学会ブースへの出展でVHO-netとつながる
2019年に、(一社)日本小児栄養消化器肝臓学会の学術集会で、一般市民でも参加できる発表の機会を得ました。その後も、(公社)日本小児科学会やNPO法人日本小児循環器学会へとつながり、ブースを出展するようになりました。そんな中で、(一社)全国心臓病の子どもを守る会と出会い、VHO-netを知ることになりました。

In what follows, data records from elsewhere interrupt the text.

/**
 * The estimator's order, sent through the API from the signed-in page (the estimator journey
 * covers placing it through the form): an estimate of the demo site from a Tollerbeck Yard system,
 * then a small order of its first lines, so one lorry can carry it.
 */
async function placeOrderAsEstimator(page: Page, date: string): Promise<Placed> {
  return page.evaluate(async (requestedDate) => {
    const json = async (path: string, init?: RequestInit) => {
      const response = await fetch(path, { ...init, headers: { 'Content-Type': 'application/json', Accept: 'application/json', ...(init?.headers ?? {}) } });
      const body = (await response.json()) as Record<string, unknown>;
      if (!response.ok) throw new Error(`${init?.method ?? 'GET'} ${path}: ${response.status} ${JSON.stringify(body)}`);
      return body as Record<string, any>; // eslint-disable-line @typescript-eslint/no-explicit-any
    };
    const { token } = await json('/api/auth/csrf');
    const post = (path: string, body: unknown) => json(path, { method: 'POST', body: JSON.stringify(body), headers: { 'X-CSRF-Token': token } });
    const { projects } = await json('/api/projects?q=Hollin%20Brow');
    const { branches } = await json('/api/merchant-branches');
    const branch = branches.find((b: { name: string }) => b.name === 'Tollerbeck Yard');
    const { systems } = await json(`/api/systems?branch_id=${branch.id}`);
    const estimate = await post(`/api/projects/${projects[0].id}/estimates`, { system_id: systems[0].id });
    const lines = estimate.lines
      .filter((l: { product_id: number | null }) => l.product_id !== null)
      .slice(0, 3)
      .map((l: { product_id: number }) => ({ product_id: l.product_id, quantity: 1 }));
    const order = await post('/api/orders', { estimate_id: estimate.id, branch_id: branch.id, requested_date: requestedDate, delivery_method: 'ground', po_reference: 'HB-DESK-1', lines });
    return { id: order.id as number, reference: order.reference as string };
  }, date);
}

describe('the demo desk confirms the order the demo estimator placed', () => {
  // A long story with an accessibility check on every page it opens: each check takes seconds on a busy machine.
  it('the estimator orders, the desk confirms it into a lorry slot, the estimator sees the slot; once delivered the desk invoices it and the estimator pays by card', { timeout: 480_000 }, async () => {
    const date = nextWorkingDay();
    const estimatorContext = await journey.browser.newContext({ viewport: { width: 1280, height: 900 } });
    const deskContext = await journey.browser.newContext({ viewport: { width: 1440, height: 900 } });
    const failures: string[] = [];
    try {
      const estimator = await estimatorContext.newPage();
      estimator.on('pageerror', (error) => failures.push(error.message));
      await signIn(estimator, 'estimator@demo.test', /\/contractor$/);
      const placed = await placeOrderAsEstimator(estimator, date);
      expect(placed.reference).toMatch(/^RL-\d{6}$/);

      // The desk finds it in the order book, waiting for an answer.
      const desk = await deskContext.newPage();
      desk.on('pageerror', (error) => failures.push(error.message));
      await signIn(desk, 'sales@demo.test', /\/desk$/);
      await desk.getByRole('navigation', { name: 'Main' }).getByRole('link', { name: 'Order book' }).click();
      await desk.getByLabel('Stage').selectOption({ label: 'Waiting for the desk' });
      const row = desk.getByRole('table', { name: 'Order book' }).getByRole('row', { name: new RegExp(placed.reference) });
      await row.waitFor();
      expect(await row.innerText()).toContain('Hollin Brow');
      await expectAccessible(desk);
      await row.getByRole('link', { name: placed.reference }).click();
      await desk.waitForURL(new RegExp(`/desk/orders/${placed.id}$`));

      // Confirm every line as the branch's stock allows, into the first slot with room on the day asked.
      const confirmForm = desk.getByRole('form', { name: 'Confirm the order' });
      await confirmForm.waitFor();
      const slots = confirmForm.getByRole('list', { name: /^Slots on / });
      await slots.waitFor();
      await expectAccessible(desk);
      // A slot whose lorry has the demo driver, so the driver's own page can record the drop.
      const free = slots
        .getByRole('listitem')
        .filter({ has: desk.getByRole('radio', { disabled: false }), hasText: 'driver Kofi Brennagh' })
        .first();
      const slotText = await free.innerText();
      const [windowText, lorryText] = slotText.split('\n')[0].split(' · ');
      const window = windowText.trim();
      const registration = lorryText.trim().split(' ')[0];
      await free.getByRole('radio').check();
      await confirmForm.getByRole('button', { name: 'Confirm and reserve the stock' }).click();
      await desk.getByText('Confirmed', { exact: true }).first().waitFor();
      const booked = desk.getByRole('definition').filter({ hasText: window });
      await booked.first().waitFor();
      expect(await desk.getByLabel('Booked delivery').innerText()).toContain(registration);
      await expectAccessible(desk);

      // What the desk confirmed is held from the branch's stock: every packed line reserved as sent.
      const confirmed = await desk.request.get(`${journey.server.url}/api/orders/${placed.id}`);
      const detail = (await confirmed.json()) as { status: string; lines: { confirmed_quantity: number | null; reserved_quantity: number }[]; slot: { time_window: string } | null };
      expect(detail.status).toBe('confirmed');
      expect(detail.slot?.time_window).toBe(window);
      for (const line of detail.lines) expect(line.reserved_quantity).toBe(line.confirmed_quantity);

      // The estimator sees the order confirmed, with the day, window and lorry booked.
      await estimator.goto(`${journey.server.url}/orders/${placed.id}`);
      await estimator.getByRole('heading', { level: 1, name: `Order ${placed.reference}` }).waitFor();
      const bookedSlot = estimator.getByTestId('booked-slot');
      await expect.poll(() => bookedSlot.innerText()).toContain(window);
      expect(await bookedSlot.innerText()).toContain(registration);
      expect(await estimator.getByText('Confirmed').count()).toBeGreaterThan(0);
      await expectAccessible(estimator);

      // The yard sends it out; the driver records the drop on the phone.
      const yardContext = await journey.browser.newContext();
      const driverContext = await journey.browser.newContext({ viewport: { width: 390, height: 844 }, isMobile: true, hasTouch: true });
      try {
        const yard = await yardContext.newPage();
        await signIn(yard, 'dispatch@demo.test', /\/yard$/);
        yard.on('pageerror', (error) => failures.push(error.message));
        // The dispatcher finds the booking on the slot calendar, where it opens its run, and sends the lorry out.
        await yard.getByRole('navigation', { name: 'Main' }).getByRole('link', { name: 'Lorries and slots' }).click();
        await yard.waitForURL(/\/fleet$/);
        const branchValue = await yard.getByLabel('Branch', { exact: true }).locator('option', { hasText: 'Tollerbeck Yard' }).getAttribute('value');
        await yard.getByLabel('Branch', { exact: true }).selectOption(branchValue!);
        await yard.getByRole('region', { name: 'Slot calendar' }).getByLabel('Day', { exact: true }).fill(date);
        const booking = yard
          .getByRole('list', { name: /^Orders on / })
          .getByRole('listitem')
          .filter({ hasText: placed.reference });
        await booking.waitFor();
        await expectAccessible(yard);
        // The run is for the next working day: the dispatcher sends it out ahead of its day, with a reason.
        await booking.getByRole('link', { name: `${placed.reference}: open its run` }).click();
        await yard.waitForURL(/\/yard\/runs\/\d+$/);
        await yard.getByRole('button', { name: 'Send out anyway…' }).waitFor();
        await expectAccessible(yard);
        await yard.getByRole('button', { name: 'Send out anyway…' }).click();
        const override = yard.getByRole('form', { name: 'Send out anyway' });
        await override.waitFor();
        await expectAccessible(yard);
        await override.getByLabel('Reason for sending out anyway').fill('Site asked for it a day early');
        await override.getByRole('button', { name: 'Send out with this reason' }).click();
        await yard
          .getByTestId('send-out')
          .filter({ hasText: /^On the road/ })
          .waitFor();
        await expectAccessible(yard);
        const sentOut = await pageApi<{ status: string; timeline: { summary: string }[] }>(yard, 'GET', `/api/orders/${placed.id}`);
        expect(sentOut.status).toBe('on_the_road');
        expect(sentOut.timeline.map((e) => e.summary).join(' ')).toContain('Site asked for it a day early');

        const driver = await driverContext.newPage();
        driver.on('pageerror', (error) => failures.push(error.message));
        await signIn(driver, 'driver@demo.test', /\/driver$/);
        await driver.getByLabel('Day', { exact: true }).fill(date);
        const stop = driver.getByRole('article').filter({ hasText: placed.reference });
        await stop.waitFor();
        expect(await stop.getByTestId('pallet').count()).toBeGreaterThan(0);
        await expectAccessible(driver);
        await stop.getByText('Record the delivery').click();
        await stop.getByLabel('Taken by (name)').fill('Gethin Marlow');
        // No finger signature in a headless browser: the receiver's name typed again confirms instead.
        await stop.getByLabel(/type the receiver.s name again to confirm/).fill('Gethin Marlow');
        await expectAccessible(driver);
        const delivered = stop.getByRole('button', { name: 'Delivered' });
        // A gloved thumb: the button is at least 56 px tall.
        expect((await delivered.boundingBox())!.height).toBeGreaterThanOrEqual(56);
        await delivered.click();
        // The drop folds to its header line, marked delivered.
        await stop.getByText('Delivered', { exact: true }).waitFor();
        await expectAccessible(driver);
      } finally {
        await yardContext.close();
        await driverContext.close();
      }

      // The desk's catalogue shows the branch's stock with what this order holds reserved.
      await desk.goto(`${journey.server.url}/catalogue`);
      const catalogueBranch = desk.getByLabel('Branch', { exact: true });
      await catalogueBranch.selectOption((await catalogueBranch.locator('option', { hasText: 'Tollerbeck Yard' }).getAttribute('value'))!);
      const stockTable = desk.getByRole('table', { name: 'Stock at Tollerbeck Yard' });
      await stockTable.waitFor();
      expect(await stockTable.getByRole('row').count()).toBeGreaterThan(1);
      await expectAccessible(desk);

      // This firm has account terms with the merchant; the desk takes them off so this invoice is paid by card.
      const me = (await (await estimator.request.get(`${journey.server.url}/api/auth/me`)).json()) as { organisation: { id: number } };
      const deskToken = ((await (await desk.request.get(`${journey.server.url}/api/auth/csrf`)).json()) as { token: string }).token;
      const offAccount = await desk.request.delete(`${journey.server.url}/api/accounts/${me.organisation.id}`, { headers: { 'X-CSRF-Token': deskToken } });
      expect([200, 204]).toContain(offAccount.status());

      // The desk invoices what was delivered.
      await desk.goto(`${journey.server.url}/desk/orders/${placed.id}`);
      await desk.getByRole('button', { name: 'Issue the invoice for what was delivered' }).waitFor();
      await expectAccessible(desk);
      await desk.getByRole('button', { name: 'Issue the invoice for what was delivered' }).click();
      await desk.waitForURL(/\/invoices\/\d+$/);
      const invoiceHeading = await desk.getByRole('heading', { level: 1, name: /^Invoice INV-\d{6}$/ }).innerText();
      const invoiceNumber = invoiceHeading.replace('Invoice ', '');
      await expectAccessible(desk);
      expect(await desk.getByRole('link', { name: 'Printable invoice' }).getAttribute('href')).toMatch(/\/api\/invoices\/\d+\/print$/);
      const invoiceId = Number(new URL(desk.url()).pathname.split('/').pop());
      const invoice = (await (await desk.request.get(`${journey.server.url}/api/invoices/${invoiceId}`)).json()) as {
        basis: string;
        total: number;
        balance: number;
        order: { id: number };
        lines: { net: number; tax: number; total: number; tax_rate_bp: number }[];
      };
      expect(invoice.basis).toBe('delivered');
      // A merchant charges building materials to a contractor at the UK standard VAT rate, 20 % (GOV.UK, "VAT rates",
      // gov.uk/vat-rates; the demo catalogue is priced that way), taxed on each line's net.
      for (const line of invoice.lines) {
        expect(line.tax_rate_bp).toBe(2000);
        expect(line.tax).toBe(Math.round(line.net * 0.2));
        expect(line.total).toBe(line.net + line.tax);
      }
      expect(invoice.total).toBe(invoice.lines.reduce((sum, l) => sum + l.total, 0));
      expect(invoice.order.id).toBe(placed.id);
      expect(invoice.balance).toBe(invoice.total);

      // The estimator finds it from the order and sees what is owed.
      await estimator.reload();
      await estimator.getByRole('link', { name: `${invoiceNumber}: view and pay` }).waitFor();
      await expectAccessible(estimator);
      await estimator.getByRole('link', { name: `${invoiceNumber}: view and pay` }).click();
      await estimator.waitForURL(new RegExp(`/invoices/${invoiceId}$`));
      await estimator.getByRole('heading', { level: 1, name: `Invoice ${invoiceNumber}` }).waitFor();
      expect(await estimator.getByTestId('invoice-balance').innerText()).toMatch(/^£[\d,]+\.\d{2}$/);
      await expectAccessible(estimator);

      // …and pays it by card on the payment service's own page (the local fake): the card number never
      // reaches Ridgeload. 4242 4242 4242 4242 is the payment service's published always-succeeds test card.
      await estimator.getByRole('button', { name: /^Pay £[\d,]+\.\d{2} by card$/ }).click();
      await estimator.waitForURL((url) => url.href.startsWith(journey.server.paymentsUrl));
      await estimator.getByLabel('Card number').fill('4242 4242 4242 4242');
      await estimator.getByLabel('Expiry (MM/YY)').fill('12/30');
      await estimator.getByLabel('Security code').fill('123');
      await estimator.getByRole('button', { name: /^Pay / }).click();
      await estimator.waitForURL(new RegExp(`/invoices/${invoiceId}\\?payment=done`));
      await estimator.getByText('Payment received').waitFor({ timeout: 20_000 });
      // The card page between is the payment service's own (a local stand-in here), not Ridgeload's.
      await expectAccessible(estimator);
      const paid = (await (await estimator.request.get(`${journey.server.url}/api/invoices/${invoiceId}`)).json()) as { balance: number; payments: { status: string; amount: number }[] };
      expect(paid.balance).toBe(0);
      expect(paid.payments.filter((pay) => pay.status === 'succeeded').map((pay) => pay.amount)).toEqual([invoice.total]);

      expect(failures).toEqual([]);
    } finally {
      await estimatorContext.close();
      await deskContext.close();
    }
  });
});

その後、地域学習会の関西学習会にすぐに参加しましたが、それまで他の患者団体の人と話す機会がまったくなかったので、とても刺激を受けました。疾患は違っても横のつながりの大切さや資金調達のことも含め、どうすれば患者団体が存続していけるのかという知識を特に学びました。
類似疾患との交流や子どもだけのコミュニティづくりを目指して
現在、全国に22人の会員がいます。月に1回、オンラインでの交流会、コロナ禍以前には対面での交流会も開催しました。その会員さんたちの生の声を、会員や先生方に届けるべく、2021年に「体験談集」を作成しました。メールでの投稿を募り、10人の方たちがエピソードを執筆してくれた力作です。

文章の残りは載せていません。